Airflow Instance Supported Metrics

Monitoring Panel Unit Metric Name Description
Pool Open / Deferred / Running Slots count meter_airflow_instance_pool_open_slots, meter_airflow_instance_pool_deferred_slots, meter_airflow_instance_pool_running_slots Pool capacity on the scheduler
Running Tasks / Scheduled Slots count meter_airflow_instance_executor_running_tasks, meter_airflow_instance_pool_scheduled_slots Executor queue depth and pool slots waiting to run
Scheduler Heartbeat count/min meter_airflow_instance_scheduler_heartbeat Scheduler heartbeats per minute
Executor Open / Queued Slots count meter_airflow_instance_executor_open_slots, meter_airflow_instance_executor_queued_tasks Executor capacity and queue depth on the scheduler
Asset Updates count/min meter_airflow_instance_asset_updates Asset updates on this host
Asset Triggered DagRuns count/min meter_airflow_instance_asset_triggered_dagruns DagRuns triggered by assets
Triggerer Heartbeat count/min meter_airflow_instance_triggerer_heartbeat Triggerer heartbeats per minute
Triggers Running / Capacity Left count meter_airflow_instance_triggers_running, meter_airflow_instance_triggerer_capacity_left Live deferrable trigger load on the triggerer
Triggers Blocked / Failed / Succeeded count/min meter_airflow_instance_triggers_blocked_main_thread, meter_airflow_instance_triggers_failed, meter_airflow_instance_triggers_succeeded Deferred trigger outcomes on the triggerer

Panel-to-metric mapping details: SWIP-7.

Verification

Run the e2e suites (same as CI):

Suite Command Checks
Mock (full MAL contract) e2e run -c test/e2e-v2/cases/airflow/mock/e2e.yaml 29
Cluster (native OTel smoke) e2e run -c test/e2e-v2/cases/airflow/cluster/e2e.yaml 16

CI runs both via .github/workflows/skywalking.yaml (Airflow and Airflow Cluster matrix jobs) after make docker.all.

Details: e2e README.

Horizon UI

Open Workflow Scheduler → Airflow after OAP ingests metrics.

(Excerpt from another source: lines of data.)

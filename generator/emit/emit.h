/* SPDX-License-Identifier: GPL-3.0-or-later */
/* Results -> the files that firmware takes. Pure functions of the results: no date, no path. */
#ifndef PW_EMIT_EMIT_H
#define PW_EMIT_EMIT_H

#include "base/files.h"
#include "report/results.h"

/* <stage>.h and <stage>.c; with code: runtime also the pw_ files that they include, from where the
 * program keeps them. PW_FAILED with a line on stderr where those cannot be read. */
PW_CHECKED pw_status pw_emit_c(const pw_results *results, pw_fileset *out);

#endif
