import { DomainError } from '../../models/errors.ts';
import { believableRange } from '../../models/log/channel-range.ts';
import type { ChannelLayout } from '../../models/log/layout.ts';
import { scaledReading } from '../../models/log/readings.ts';
import { type ActionParts, deedOf } from '../actions/action-parts.ts';
import type { EnterRequest, Pushed } from '../contract/live.ts';
import { appendAudit } from '../store/audit.ts';
import { isoFromMs } from '../store/instants.ts';
import { requireLiveSource } from '../store/live-sources.ts';
import type { LiveLogging } from './live-logging.ts';

export interface EnteringParts extends ActionParts {
  readonly live: Pick<LiveLogging, 'journal' | 'steadyClock'>;
}

/** A person's watch may be this much ahead of ours, ms. */
const AHEAD_MS = 60_000;

/** Takes what a person read off the gauges of a source, by the keys of its channels. */
export async function enterReadings(parts: EnteringParts, sourceId: number, request: EnterRequest): Promise<Pushed> {
  const { db, live } = parts;
  const { name, vesselId, settings } = requireLiveSource(db, sourceId);
  if (settings.document.reads.kind !== 'gauge') {
    throw new DomainError('state-conflict', `"${name}" is not read by a person`, { source: name });
  }
  if (settings.isResting) throw new DomainError('state-conflict', `"${name}" rests`, { source: name });
  const nowMs = live.steadyClock.now(vesselId);
  const timeMs = request.at === undefined ? Math.round(nowMs) : Date.parse(request.at);
  if (timeMs > nowMs + AHEAD_MS) {
    throw new DomainError('option-out-of-range', `${isoFromMs(timeMs)} is still to come`, { at: isoFromMs(timeMs) });
  }
  const figures = figuresOf(settings.document.channels, request.values);
  const pushed = await live.journal.take(sourceId, [{ timeMs, sequence: null, figures }], { settings });
  const [refused] = pushed.refused;
  if (refused !== undefined) throw new DomainError('state-conflict', refused.because, { at: refused.at });
  const details = { at: isoFromMs(timeMs), values: JSON.stringify(request.values) };
  appendAudit(db, { ...deedOf(parts), verb: 'enter-readings', subject: `live-source/${name}`, details });
  return pushed;
}

function figuresOf(channels: readonly ChannelLayout[], values: EnterRequest['values']): Float64Array {
  for (const key of Object.keys(values)) {
    if (channels.some(({ column }) => column === key)) continue;
    const known = channels.map(({ column }) => column).join(', ');
    throw new DomainError('channel-unknown', `There is no "${key}" here; there are ${known}`, { channel: key });
  }
  const figures = Float64Array.from(channels, (channel) => figureOf(channel, values[channel.column] ?? null));
  if (figures.every(Number.isNaN)) throw new DomainError('option-out-of-range', 'Enter at least one reading');
  return figures;
}

/** A slip of the finger is told while the person still stands before the gauge. */
function figureOf(channel: ChannelLayout, figure: number | null): number {
  if (figure === null) return NaN;
  const [least, most] = believableRange(channel);
  const reading = scaledReading(figure, channel);
  if (reading >= least && reading <= most) return figure;
  throw new DomainError(
    'option-out-of-range',
    `${channel.name}: ${reading} ${channel.unit} is outside ${least} to ${most} ${channel.unit}`,
    { channel: channel.name, reading, unit: channel.unit },
  );
}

When Airflow is linked to K8S_SERVICE via service hierarchy, start from the 3D Infrastructure Map (middleware tier) and drill down into Kubernetes Services:

Horizon UI — 3D Infrastructure Map

Service — cluster KPIs and DAG processing trends (11 panels).

Horizon UI — Airflow service dashboard

Components — per-host scheduler (six widgets) or triggerer (three widgets); the template defines nine widgets and each host shows only metrics present in OAP for that role.

Horizon UI — triggerer component

Horizon UI — scheduler component

Kubernetes Services — service, instances, endpoints, and topology for the linked K8S_SERVICE:

Horizon UI — K8S_SERVICE service

Horizon UI — K8S_SERVICE instances

Horizon UI — K8S_SERVICE endpoints

Horizon UI — K8S_SERVICE topology

Customization

Override MAL rules under otel-rules/airflow/ or extend Horizon UI dashboards. Restart OAP after rule changes.